What is required — Only the lines below starting at the one that contains "known = step;" and ending at the one that contains "of a tone. */" are to be reproduced, exactly and with both ends kept.

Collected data
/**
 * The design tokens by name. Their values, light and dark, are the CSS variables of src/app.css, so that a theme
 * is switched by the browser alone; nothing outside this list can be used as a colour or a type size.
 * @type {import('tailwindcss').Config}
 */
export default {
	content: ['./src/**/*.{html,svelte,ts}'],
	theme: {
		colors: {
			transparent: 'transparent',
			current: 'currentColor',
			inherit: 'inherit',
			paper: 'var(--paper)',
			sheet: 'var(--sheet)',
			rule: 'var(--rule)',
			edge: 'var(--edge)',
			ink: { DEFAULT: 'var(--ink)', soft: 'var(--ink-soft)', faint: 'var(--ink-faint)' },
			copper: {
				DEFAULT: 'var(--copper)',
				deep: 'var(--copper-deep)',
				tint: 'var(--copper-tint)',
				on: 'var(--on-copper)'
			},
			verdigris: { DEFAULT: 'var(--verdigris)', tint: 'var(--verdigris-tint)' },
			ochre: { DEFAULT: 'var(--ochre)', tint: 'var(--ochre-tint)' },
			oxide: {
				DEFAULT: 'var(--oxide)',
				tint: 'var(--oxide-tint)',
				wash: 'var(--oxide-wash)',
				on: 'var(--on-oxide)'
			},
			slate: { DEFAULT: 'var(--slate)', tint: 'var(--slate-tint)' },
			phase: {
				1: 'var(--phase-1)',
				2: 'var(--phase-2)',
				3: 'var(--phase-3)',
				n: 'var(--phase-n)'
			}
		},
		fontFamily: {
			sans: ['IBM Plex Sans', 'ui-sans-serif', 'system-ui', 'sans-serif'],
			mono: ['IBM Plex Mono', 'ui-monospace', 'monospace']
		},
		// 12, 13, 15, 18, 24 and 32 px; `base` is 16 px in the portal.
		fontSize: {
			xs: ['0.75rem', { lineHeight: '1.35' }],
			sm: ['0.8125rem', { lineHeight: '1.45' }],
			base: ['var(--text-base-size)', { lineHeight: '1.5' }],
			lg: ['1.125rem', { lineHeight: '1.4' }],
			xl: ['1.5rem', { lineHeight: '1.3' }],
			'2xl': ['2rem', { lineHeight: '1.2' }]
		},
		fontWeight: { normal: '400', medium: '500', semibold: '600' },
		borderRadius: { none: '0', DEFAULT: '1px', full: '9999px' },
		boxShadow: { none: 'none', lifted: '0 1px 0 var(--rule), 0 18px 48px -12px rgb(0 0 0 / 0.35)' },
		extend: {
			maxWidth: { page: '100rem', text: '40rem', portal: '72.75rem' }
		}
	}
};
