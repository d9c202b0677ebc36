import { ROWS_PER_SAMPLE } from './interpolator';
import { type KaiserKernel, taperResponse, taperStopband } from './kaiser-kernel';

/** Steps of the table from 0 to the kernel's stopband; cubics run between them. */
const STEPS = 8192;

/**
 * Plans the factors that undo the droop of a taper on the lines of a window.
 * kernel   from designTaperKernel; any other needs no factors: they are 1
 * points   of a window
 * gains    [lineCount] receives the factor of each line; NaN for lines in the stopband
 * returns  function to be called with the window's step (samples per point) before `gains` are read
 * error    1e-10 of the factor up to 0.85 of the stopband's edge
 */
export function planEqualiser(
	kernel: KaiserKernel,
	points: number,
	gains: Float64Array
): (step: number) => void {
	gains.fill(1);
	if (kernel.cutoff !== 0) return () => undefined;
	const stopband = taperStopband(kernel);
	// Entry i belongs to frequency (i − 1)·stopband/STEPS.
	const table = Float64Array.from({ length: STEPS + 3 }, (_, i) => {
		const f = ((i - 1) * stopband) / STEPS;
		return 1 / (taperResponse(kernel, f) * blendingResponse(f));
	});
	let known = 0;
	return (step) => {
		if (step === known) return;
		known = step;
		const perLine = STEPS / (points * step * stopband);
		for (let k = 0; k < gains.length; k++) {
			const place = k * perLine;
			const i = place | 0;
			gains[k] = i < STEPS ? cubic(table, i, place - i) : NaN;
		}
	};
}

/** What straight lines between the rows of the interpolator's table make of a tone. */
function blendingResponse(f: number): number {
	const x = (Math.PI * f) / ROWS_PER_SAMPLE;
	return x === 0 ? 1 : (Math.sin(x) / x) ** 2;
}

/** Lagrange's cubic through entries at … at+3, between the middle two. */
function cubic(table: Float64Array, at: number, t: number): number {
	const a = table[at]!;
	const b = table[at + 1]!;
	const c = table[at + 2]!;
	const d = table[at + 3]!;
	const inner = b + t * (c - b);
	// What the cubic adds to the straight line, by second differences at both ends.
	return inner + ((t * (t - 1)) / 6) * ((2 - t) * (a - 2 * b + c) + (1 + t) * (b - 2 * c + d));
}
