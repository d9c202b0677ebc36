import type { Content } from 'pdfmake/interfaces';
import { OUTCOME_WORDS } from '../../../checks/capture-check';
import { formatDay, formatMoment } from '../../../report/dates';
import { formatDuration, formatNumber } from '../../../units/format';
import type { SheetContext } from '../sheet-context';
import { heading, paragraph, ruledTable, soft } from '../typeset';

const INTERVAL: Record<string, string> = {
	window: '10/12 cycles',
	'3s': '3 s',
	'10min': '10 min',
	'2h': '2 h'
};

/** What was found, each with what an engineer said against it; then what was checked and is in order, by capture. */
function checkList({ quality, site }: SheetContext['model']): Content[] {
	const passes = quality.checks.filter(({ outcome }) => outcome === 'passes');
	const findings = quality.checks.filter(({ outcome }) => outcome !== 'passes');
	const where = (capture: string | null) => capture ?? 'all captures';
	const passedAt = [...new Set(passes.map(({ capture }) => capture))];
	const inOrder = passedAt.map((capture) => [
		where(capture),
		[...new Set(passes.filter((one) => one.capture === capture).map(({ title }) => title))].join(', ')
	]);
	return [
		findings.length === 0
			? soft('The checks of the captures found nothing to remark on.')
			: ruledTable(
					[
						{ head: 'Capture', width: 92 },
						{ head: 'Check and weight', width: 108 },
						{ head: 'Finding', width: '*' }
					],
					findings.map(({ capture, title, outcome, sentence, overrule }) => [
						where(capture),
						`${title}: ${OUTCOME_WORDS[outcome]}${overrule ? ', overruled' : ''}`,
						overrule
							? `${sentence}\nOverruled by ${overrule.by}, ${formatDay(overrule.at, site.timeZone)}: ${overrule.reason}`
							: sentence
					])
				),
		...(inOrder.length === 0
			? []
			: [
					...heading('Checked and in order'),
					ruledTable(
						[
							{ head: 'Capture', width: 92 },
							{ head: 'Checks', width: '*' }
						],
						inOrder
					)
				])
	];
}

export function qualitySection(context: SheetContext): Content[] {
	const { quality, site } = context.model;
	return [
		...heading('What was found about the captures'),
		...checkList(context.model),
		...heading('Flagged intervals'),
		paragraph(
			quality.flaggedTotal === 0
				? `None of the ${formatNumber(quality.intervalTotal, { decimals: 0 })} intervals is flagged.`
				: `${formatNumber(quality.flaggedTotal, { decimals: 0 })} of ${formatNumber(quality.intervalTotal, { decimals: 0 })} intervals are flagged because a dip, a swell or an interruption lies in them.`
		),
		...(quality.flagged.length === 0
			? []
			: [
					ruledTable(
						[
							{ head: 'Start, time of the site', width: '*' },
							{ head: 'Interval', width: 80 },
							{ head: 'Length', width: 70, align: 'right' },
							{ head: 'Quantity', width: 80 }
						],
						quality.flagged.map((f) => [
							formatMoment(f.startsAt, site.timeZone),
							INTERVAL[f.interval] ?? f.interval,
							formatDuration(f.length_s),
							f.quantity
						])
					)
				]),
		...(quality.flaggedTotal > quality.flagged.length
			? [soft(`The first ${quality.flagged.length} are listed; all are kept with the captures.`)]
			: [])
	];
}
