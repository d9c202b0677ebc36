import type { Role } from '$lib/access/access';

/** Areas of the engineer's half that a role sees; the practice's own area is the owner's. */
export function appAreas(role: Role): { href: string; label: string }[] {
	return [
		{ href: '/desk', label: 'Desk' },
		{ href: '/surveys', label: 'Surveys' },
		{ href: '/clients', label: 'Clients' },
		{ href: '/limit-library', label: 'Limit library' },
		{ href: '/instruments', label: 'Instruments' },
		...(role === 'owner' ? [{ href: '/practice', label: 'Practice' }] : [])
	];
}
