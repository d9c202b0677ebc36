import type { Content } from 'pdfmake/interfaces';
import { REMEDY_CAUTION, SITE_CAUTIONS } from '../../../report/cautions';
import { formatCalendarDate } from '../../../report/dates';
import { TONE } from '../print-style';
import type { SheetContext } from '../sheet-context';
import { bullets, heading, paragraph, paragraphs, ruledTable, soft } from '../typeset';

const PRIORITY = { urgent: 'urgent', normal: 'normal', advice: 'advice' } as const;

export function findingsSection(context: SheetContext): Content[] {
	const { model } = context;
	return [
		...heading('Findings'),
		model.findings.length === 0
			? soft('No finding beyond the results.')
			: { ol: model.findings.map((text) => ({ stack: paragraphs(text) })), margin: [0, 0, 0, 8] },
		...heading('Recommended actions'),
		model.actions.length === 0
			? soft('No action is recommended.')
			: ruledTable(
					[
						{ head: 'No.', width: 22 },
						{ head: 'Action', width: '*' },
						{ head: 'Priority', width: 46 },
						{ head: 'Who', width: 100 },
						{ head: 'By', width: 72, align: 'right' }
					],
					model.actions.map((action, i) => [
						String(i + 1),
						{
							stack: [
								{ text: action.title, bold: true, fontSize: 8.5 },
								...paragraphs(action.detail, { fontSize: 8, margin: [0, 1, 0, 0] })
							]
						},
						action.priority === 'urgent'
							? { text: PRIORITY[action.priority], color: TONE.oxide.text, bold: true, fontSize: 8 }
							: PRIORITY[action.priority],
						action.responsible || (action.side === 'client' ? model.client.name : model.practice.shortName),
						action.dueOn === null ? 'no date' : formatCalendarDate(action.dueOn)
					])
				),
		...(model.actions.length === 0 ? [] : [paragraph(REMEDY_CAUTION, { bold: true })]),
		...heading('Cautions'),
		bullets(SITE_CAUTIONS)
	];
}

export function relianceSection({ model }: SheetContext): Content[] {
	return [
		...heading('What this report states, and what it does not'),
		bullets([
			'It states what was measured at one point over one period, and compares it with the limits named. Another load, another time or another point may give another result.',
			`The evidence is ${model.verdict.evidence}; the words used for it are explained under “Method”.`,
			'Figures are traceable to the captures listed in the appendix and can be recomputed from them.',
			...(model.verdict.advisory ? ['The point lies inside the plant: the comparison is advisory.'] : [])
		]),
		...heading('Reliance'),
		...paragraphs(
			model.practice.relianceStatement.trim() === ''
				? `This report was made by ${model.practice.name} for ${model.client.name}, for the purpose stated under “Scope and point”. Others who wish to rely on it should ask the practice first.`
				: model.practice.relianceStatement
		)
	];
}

Exercise output —
		known = step;
		const perLine = STEPS / (points * step * stopband);
		for (let k = 0; k < gains.length; k++) {
			const place = k * perLine;
			const i = place | 0;
			gains[k] = i < STEPS ? cubic(table, i, place - i) : NaN;
		}
	};
}

/** What straight lines between the rows of the interpolator's table make of a tone. */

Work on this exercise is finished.